HINT: Use the PyTensor flag `exception_verbosity=high` for a debug print-out and storage map footprint of this Apply node.
And when I try to run the NUTS sampler, I get this dimensions-related error:
ValueError: Input dimension mismatch: (input[0].shape[1] = 3, input[1].shape[1] = 75)
Apply node that caused the error: Composite{switch(i4, (((-0.5 * sqr(((i0 - i1) / i2))) - 0.9189385332046727) - i3), -inf)}(<Matrix(float64, shape=(?, ?))>, Add.0, ExpandDims{axes=[0, 1]}.0, Log.0, Gt.0)
Toposort index: 23
Inputs types: [TensorType(float64, shape=(None, None)), TensorType(float64, shape=(1, 75)), TensorType(float64, shape=(1, 1)), TensorType(float64, shape=(1, 1)), TensorType(bool, shape=(1, 1))]

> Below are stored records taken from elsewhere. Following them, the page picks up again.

def _clause(text: str) -> str:
    """``text`` up to the end of its clause: "; ", ": ", ". ", an unbalanced ")" or the end."""
    depth = 0
    for i, ch in enumerate(text):
        nxt = text[i + 1: i + 2]
        if ch == "(":
            depth += 1
        elif ch == ")":
            if depth == 0:
                return text[:i].strip()
            depth -= 1
        elif ch in ";:" and nxt in (" ", ""):
            return text[:i].strip()
        elif ch == "." and nxt == " " and text[max(i - 2, 0): i] != "..":
            return text[:i].strip()
    text = text.strip()
    return text[:-1] if text.endswith(".") and not text.endswith("...") else text


def default_text(help_text: str) -> str | None:
    """What an empty cell means for an optional argument, read from its help text (None: the text does not say)."""
    m = _EMPTY_RE.search(help_text)
    if m:
        return _clause(help_text[m.end():])
    m = _DEFAULT_RE.search(help_text)
    if m:
        return m.group("what")
    if re.search(r"\bempty (?:if|otherwise)\b", help_text):
        return "none"
    return None


def unit_of(function: str, argument: str) -> str:
    return UNITS.get((function, argument)) or UNITS.get(argument) or "see help"


def _returns(d: dict) -> str:
    desc = d["description"].lower()
    if d["returns"] == "table" and any("same shape" in t for t in [desc] + [a["help"] for a in d["args"]]):
        return "one value, or for a range argument a range of values of its shape (spilled from the cell)"
    if d["returns"] == "table":
        return "a table: a header row, then one row per record, spilled from the cell (enter as an array formula where dynamic arrays are missing)"
    if "reference" in desc:
        return "a reference text, to pass to other LW_ functions"
    return "one value"


def _signature(d: dict) -> str:
    parts = [f"[{a['name']}]" if a["optional"] else a["name"] for a in d["args"]]
    return f"{d['name']}({', '.join(parts)})"


def _anchor(name: str) -> str:
    return name.lower()


def _render_function(d: dict) -> list[str]:
    name = d["name"]
    lines = [f"### {name}", "", d["description"], "", f"`{_signature(d)}`", ""]
    if d["args"]:
        lines += ["| argument | unit | default | help |", "| --- | --- | --- | --- |"]
        for a in d["args"]:
            if a["optional"]:
                meaning = default_text(a["help"])
                default = f"empty = {meaning}" if meaning else "optional"
            else:
                default = "required"
            lines.append(f"| `{a['name']}` | {_cell(unit_of(name, a['name']))} | {_cell(default)} | {_cell(a['help'])} |")
        lines.append("")
    else:
        lines += ["No arguments.", ""]
    lines.append(f"Returns {_returns(d)}." + (" Recalculated on every change (volatile)." if d["volatile"] else ""))
    lines.append("")
    example = EXAMPLES.get(name)
    lines.append(f"Example: `{example}`" if example else "Example: (none yet)")
    lines.append("")
    return lines
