def parse_error(value) -> ErrorInfo | None:
    """ErrorInfo when ``value`` is an error value (ours, or Excel's as text), else None."""
    if not isinstance(value, str):
        return None
    m = _ERROR_RE.match(value.strip())
    if not m:
        return None
    return ErrorInfo(m["code"], m["function"], m["argument"], (m["message"] or "").strip())


def is_error_value(value) -> bool:
    return parse_error(value) is not None


# --------------------------------------------------------------------------- shapes
def _empty_token():
    try:  # the formulas library's empty-cell marker
        import schedula

        return schedula.EMPTY
    except Exception:  # pragma: no cover - schedula comes with formulas
        return None


_EMPTY_TOKEN = _empty_token()


def is_empty(value) -> bool:
    """True for an empty cell: None, "" or blank text, the formulas EMPTY token, or an empty range."""
    if value is None or (_EMPTY_TOKEN is not None and value is _EMPTY_TOKEN):
        return True
    if isinstance(value, str):
        return value.strip() == ""
    if isinstance(value, float) and math.isnan(value):
        return False  # NaN is a bad number, not an empty cell
    if isinstance(value, (list, tuple, np.ndarray)):
        return all(is_empty(v) for v in grid(value)[2])
    return False


def grid(value) -> tuple[int, int, list]:
    """(rows, columns, values in row order) of a cell value or range, in one pass."""
    if isinstance(value, np.ndarray):
        value = value.tolist() if value.ndim else value.item()
    if isinstance(value, (list, tuple)):
        if not value:
            return 0, 0, []
        kinds = set(map(type, value))
        if kinds <= {list, tuple}:
            cols = max(map(len, value))
            flat = [v for row in value for v in row]
            if not set(map(type, flat)).isdisjoint({list, tuple, np.ndarray}):
                flat = _flatten(flat)  # deeper nesting (not cell-shaped, but accepted)
            return len(value), cols, flat
        if kinds.isdisjoint({list, tuple, np.ndarray}):
            return 1, len(value), list(value)
        return len(value), 1, _flatten(value)  # a mix of rows and cells
    return 1, 1, [value]


def _flatten(value) -> list:
    if isinstance(value, np.ndarray):
        value = value.tolist()
    if isinstance(value, (list, tuple)):
        out = []
        for v in value:
            if isinstance(v, (list, tuple, np.ndarray)):
                out.extend(_flatten(v))
            else:
                out.append(v)
        return out
    return [value]


def _unwrap(v):
    if isinstance(v, np.generic):
        return v.item()
    return v


def single(value, argument: str):
    """The one value of a cell or 1x1 range (None when empty); raises when several cells are given."""
    if isinstance(value, (list, tuple, np.ndarray)):
        r, c, flat = grid(value)
        filled = [v for v in flat if not is_empty(v)]
        if not filled:
            return None
        if len(filled) > 1:
            raise CellInputError(argument, f"expected a single cell, got a range of {r} x {c}")
        value = filled[0]
    value = _unwrap(value)
    if _EMPTY_TOKEN is not None and value is _EMPTY_TOKEN:
        return None
    return value


def _check_error(v, argument: str, where: str = ""):
    if isinstance(v, str) and is_error_value(v):
        raise UpstreamError(argument, str(v), where)


def _describe(v) -> str:
    if isinstance(v, bool):
        return f"the logical value {'TRUE' if v else 'FALSE'}"
    if isinstance(v, str):
        return f"the text {v!r}"
    if isinstance(v, (_dt.date, _dt.datetime, _dt.time)):
        return f"a date/time ({v})"
    return repr(v)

Inputs shapes: [(75, 3), (1, 75), (1, 1), (1, 1), (1, 1)]
Inputs strides: [(24, 8), (600, 8), (8, 8), (8, 8), (1, 1)]
Inputs values: ['not shown', 'not shown', array([[0.77063881]]), array([[-0.26053548]]), array([[ True]])]
Outputs clients: [[Sum{axes=None}(sigma > 0)]]
HINT: Re-running with most PyTensor optimizations disabled could provide a back-trace showing when this node was created. This can be done by setting the PyTensor flag 'optimizer=fast_compile'. If that does not work, PyTensor optimizations can be disabled with 'optimizer=None'.
HINT: Use the PyTensor flag `exception_verbosity=high` for a debug print-out and storage map footprint of this Apply node.
I’m particularly confused about where this input[0].shape[1] = 3
is coming from. It seems like the result of MV_GaussianRandomwalk
must have a shape that is different from what I would expect, (something like (100, 1, 3)). I would expect a shape of (100,) corresponding to one of the two (100, 2) random walk dimensions specified. When I naively try to inspect the shape of beta: print(beta.shape)
I get Shape.0.
I have a feeling I have two related issues here- first, the model is probably mis-specified in some way. I suspect I am not indexing the alpha and beta randomwalks correctly. Secondly, as a result, the x
array and the alpha
and beta
variables are not shaped the same. I’m relatively new to PyMC (and PyTensor), and could use some handholding here- how can I inspect the output of PyMC variables to see things like size, shape etc? What else am I doing wrong here? Thanks for the great package and for any help.